Track down every line below that holds "Weff" and copy it.

((

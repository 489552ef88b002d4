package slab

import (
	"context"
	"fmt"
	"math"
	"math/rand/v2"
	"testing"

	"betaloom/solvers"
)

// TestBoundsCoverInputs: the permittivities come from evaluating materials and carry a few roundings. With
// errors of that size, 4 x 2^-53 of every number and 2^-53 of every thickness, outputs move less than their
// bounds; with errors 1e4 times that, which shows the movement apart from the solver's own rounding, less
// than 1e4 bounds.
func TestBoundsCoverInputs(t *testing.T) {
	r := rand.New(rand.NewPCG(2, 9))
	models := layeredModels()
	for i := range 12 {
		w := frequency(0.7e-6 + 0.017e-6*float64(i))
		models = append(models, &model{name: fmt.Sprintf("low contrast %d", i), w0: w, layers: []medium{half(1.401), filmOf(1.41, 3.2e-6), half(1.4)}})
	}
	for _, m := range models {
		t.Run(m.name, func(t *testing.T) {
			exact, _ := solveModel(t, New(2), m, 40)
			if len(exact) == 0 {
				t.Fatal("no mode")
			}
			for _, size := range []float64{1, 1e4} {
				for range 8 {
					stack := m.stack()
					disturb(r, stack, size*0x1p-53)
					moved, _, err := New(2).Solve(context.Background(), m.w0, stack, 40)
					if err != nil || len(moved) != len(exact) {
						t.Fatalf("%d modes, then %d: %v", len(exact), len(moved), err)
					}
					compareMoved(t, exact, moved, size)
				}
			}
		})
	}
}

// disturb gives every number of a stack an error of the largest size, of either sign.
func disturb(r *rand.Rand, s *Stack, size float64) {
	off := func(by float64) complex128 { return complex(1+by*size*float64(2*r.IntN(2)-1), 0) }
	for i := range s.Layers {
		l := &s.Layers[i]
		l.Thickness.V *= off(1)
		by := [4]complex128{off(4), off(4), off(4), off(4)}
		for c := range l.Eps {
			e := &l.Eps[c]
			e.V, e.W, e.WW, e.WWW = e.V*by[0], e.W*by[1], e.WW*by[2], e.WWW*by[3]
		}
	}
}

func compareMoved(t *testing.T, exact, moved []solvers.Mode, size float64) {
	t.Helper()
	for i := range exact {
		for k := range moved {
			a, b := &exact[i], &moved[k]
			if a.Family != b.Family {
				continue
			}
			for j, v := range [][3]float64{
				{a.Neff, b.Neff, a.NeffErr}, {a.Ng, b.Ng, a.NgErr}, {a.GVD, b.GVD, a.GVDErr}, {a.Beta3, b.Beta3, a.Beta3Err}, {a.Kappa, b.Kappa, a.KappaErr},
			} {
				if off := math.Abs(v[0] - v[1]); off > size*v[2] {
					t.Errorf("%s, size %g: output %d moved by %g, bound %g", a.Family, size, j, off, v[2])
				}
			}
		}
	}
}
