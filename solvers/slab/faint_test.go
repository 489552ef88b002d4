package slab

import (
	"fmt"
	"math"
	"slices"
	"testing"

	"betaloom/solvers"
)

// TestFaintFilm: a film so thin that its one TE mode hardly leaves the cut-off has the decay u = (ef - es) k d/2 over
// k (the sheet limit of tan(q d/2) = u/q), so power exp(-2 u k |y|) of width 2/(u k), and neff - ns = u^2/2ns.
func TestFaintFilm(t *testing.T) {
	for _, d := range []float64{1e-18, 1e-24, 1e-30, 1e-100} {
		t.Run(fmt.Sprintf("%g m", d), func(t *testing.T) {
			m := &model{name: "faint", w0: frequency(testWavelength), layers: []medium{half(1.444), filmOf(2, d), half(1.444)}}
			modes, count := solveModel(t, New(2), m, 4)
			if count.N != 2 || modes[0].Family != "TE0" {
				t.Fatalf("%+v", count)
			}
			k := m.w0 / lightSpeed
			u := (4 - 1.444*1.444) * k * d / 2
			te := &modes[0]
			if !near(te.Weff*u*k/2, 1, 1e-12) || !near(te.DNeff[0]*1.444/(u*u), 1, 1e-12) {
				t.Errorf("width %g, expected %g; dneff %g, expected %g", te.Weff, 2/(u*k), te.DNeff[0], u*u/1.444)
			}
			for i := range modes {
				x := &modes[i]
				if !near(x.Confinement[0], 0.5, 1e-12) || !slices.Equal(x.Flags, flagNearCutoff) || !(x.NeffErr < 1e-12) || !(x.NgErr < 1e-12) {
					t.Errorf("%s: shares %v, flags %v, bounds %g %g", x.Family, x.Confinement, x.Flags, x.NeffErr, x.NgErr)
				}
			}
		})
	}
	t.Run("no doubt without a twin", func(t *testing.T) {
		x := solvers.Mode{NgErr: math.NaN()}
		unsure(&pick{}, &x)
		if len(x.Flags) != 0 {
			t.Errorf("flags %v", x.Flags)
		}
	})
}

))

* [Answer for the task]
			if !near(te.Weff*u*k/2, 1, 1e-12) || !near(te.DNeff[0]*1.444/(u*u), 1, 1e-12) {
				t.Errorf("width %g, expected %g; dneff %g, expected %g", te.Weff, 2/(u*k), te.DNeff[0], u*u/1.444)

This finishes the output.